Henrik Clausen

Personal information
- Full name: Henrik Clausen
- Date of birth: 3 May 1971 (age 54)
- Place of birth: Denmark

Managerial career
- Years: Team
- 1994–1997: OB (youth)
- 1998–2000: OB (reserves)
- 1998–2001: OB (assistant)
- 2001–2003: Vejle (assistant)
- 2004–2006: OB (youth)
- 2006–2008: OB (reserves)
- 2008–2009: OB (youth)
- 2010: OB (fitness coach)
- 2010–2012: OB
- 2013–2015: Denmark U18
- 2015–2016: Denmark U21 (assistant)
- 2016–2020: Denmark U19
- 2020–: Haugesund (head of academy)

= Henrik Clausen =

Danish football manager

Henrik Clausen (born 3 May 1971) is a Danish football manager. He currently works as the head of academy of Norwegian club FK Haugesund. Most notably, Clausen has been the manager of Odense Boldklub (OB).
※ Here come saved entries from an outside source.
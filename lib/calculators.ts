/**
 * The calculators: coordinate conversion (J2000 / ICRS ↔ Galactic) and kinematic distances for
 * lists of positions, shared by `POST /api/tools/*` and the calculators page. Request checking
 * lives here so that every caller gets the same limits and the same messages, each naming the
 * offending entry by its index. This module touches no database, so the page may also use its
 * curve builder and its paste reader in the browser.
 */
import { z } from 'zod';
import {
  CoordinateParseError,
  equatorialToGalacticBulk,
  galacticToEquatorialBulk,
  parseDecDeg,
  parseRaDeg,
} from '@/lib/astro/coordinates';
import {
  DEFAULT_VELOCITY_SIGMA_KMS,
  flagsFromBits,
  KINEMATIC_FLAG_BITS,
  kinematicDistancesBulk,
  kinematicIntervalsBulk,
  UNRELIABLE_LONGITUDE_DEG,
  type KinematicFlag,
} from '@/lib/astro/kinematic-distance';
import {
  makeRotationCurve,
  ROTATION_CURVE_PRESETS,
  type RotationCurve,
} from '@/lib/astro/rotation-curves';
import { HttpError } from '@/lib/http/errors';

/** Most points (or sources) one calculator request may carry; more is a 413. */
export const MAX_TOOL_POINTS = 100_000;

/** Frames a position list can be given in. */
export const COORDINATE_FRAMES = ['equatorial', 'galactic'] as const;
export type CoordinateFrame = (typeof COORDINATE_FRAMES)[number];

/** Rotation curves the kinematic-distance calculator offers (the named published models). */
export const TOOL_CURVES = ['flat', 'brand-blitz-1993', 'reid-2014', 'reid-2019'] as const;
export type ToolCurveName = (typeof TOOL_CURVES)[number];

/**
 * Θ0 of a preset as a form shows it: to 0.1 km/s, the precision the papers quote (Reid et al.
 * 2014's Θ(R0) = 240.9987 km/s is shown as 241). Entering this value reproduces the published
 * curve exactly (see {@link toolCurve}).
 */
const shownTheta0 = (theta0Kms: number) => Number(theta0Kms.toFixed(1));

/** Presets of {@link TOOL_CURVES} (label, source, default R0 and Θ0 as shown, published 1σ of R0 and Θ0) for forms. */
export const TOOL_CURVE_PRESETS = ROTATION_CURVE_PRESETS.filter((p) =>
  (TOOL_CURVES as readonly string[]).includes(p.name),
).map((p) => ({
  name: p.name as ToolCurveName,
  label: p.label,
  source: p.source,
  R0Kpc: p.R0Kpc,
  theta0Kms: shownTheta0(p.theta0Kms as number),
  R0ErrKpc: p.R0ErrKpc,
  theta0ErrKms: p.theta0ErrKms,
}));
export type ToolCurvePreset = (typeof TOOL_CURVE_PRESETS)[number];

/** One plain sentence per kinematic-distance flag, for tables and tooltips. */
export const KINEMATIC_FLAG_TEXT: Readonly<Record<KinematicFlag, string>> = Object.freeze({
  'beyond-terminal':
    'The velocity exceeds the terminal velocity of this sight line; the source is placed at the tangent point.',
  'near-tangent': `Near and far lie so close to the tangent point that the source's velocity uncertainty (${DEFAULT_VELOCITY_SIGMA_KMS} km/s of typical streaming unless given) cannot tell them apart.`,
  'unreliable-longitude': `Within ${UNRELIABLE_LONGITUDE_DEG}° of l = 0° or 180°: the velocity hardly changes with distance here and non-circular motions dominate.`,
  'outer-galaxy':
    'Outside the solar circle (R > R0): there is a single root, given in the single column (near and far are empty).',
  'no-solution':
    'No point on this sight line has this velocity under circular rotation (a forbidden velocity, or a direction where velocity does not depend on distance).',
});

/** Most bad entries or pasted lines one error lists; the rest are counted. */
export const MAX_REPORTED_PROBLEMS = 50;

/**
 * A 400 that names every offending entry, first first, e.g.
 * `points[17]: latitude 95 is outside −90…90° (and 3 more bad points)`; `details` lists up to
 * {@link MAX_REPORTED_PROBLEMS} of them with their index.
 */
function entriesError(list: string, problems: { index: number; reason: string }[]): HttpError {
  const [first] = problems;
  const more = problems.length - 1;
  return new HttpError(
    400,
    `invalid_${list === 'points' ? 'point' : 'source'}`,
    `${list}[${first.index}]: ${first.reason}${more > 0 ? ` (and ${more} more bad ${list})` : ''}`,
    problems
      .slice(0, MAX_REPORTED_PROBLEMS)
      .map(({ index, reason }) => ({ path: `${list}[${index}]`, index, message: reason })),
  );
}

function tooMany(list: string, n: number): HttpError {
  return new HttpError(
    413,
    'too_many_points',
    `${n} ${list} in one request; the limit is ${MAX_TOOL_POINTS}. Split the list into several requests.`,
    { count: n, limit: MAX_TOOL_POINTS },
  );
}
His career as a player ended in 1990 when Clausen was 19 years old due to an injury.

In 1994, he took up coaching and has worked with Odense BK for the most of his career. On 7 November 2010 he was named new head coach of Odense BK's Superliga team. OB did well after he took charge, finishing in second place behind F.C. Copenhagen in the 2010-11 season leading to qualification for the UEFA Champions League. However the results in the following season was mixed, and Clausen was sacked by OB on 26 March 2012 following an embarrassing 2-4 home defeat against HB Køge.

On 12 June 2013 he was named new manager of the Danish national under-18 football team. In November 2015 he became assistant manager of the Danish national under-21 football team.

He has a university degree in chemistry and sports.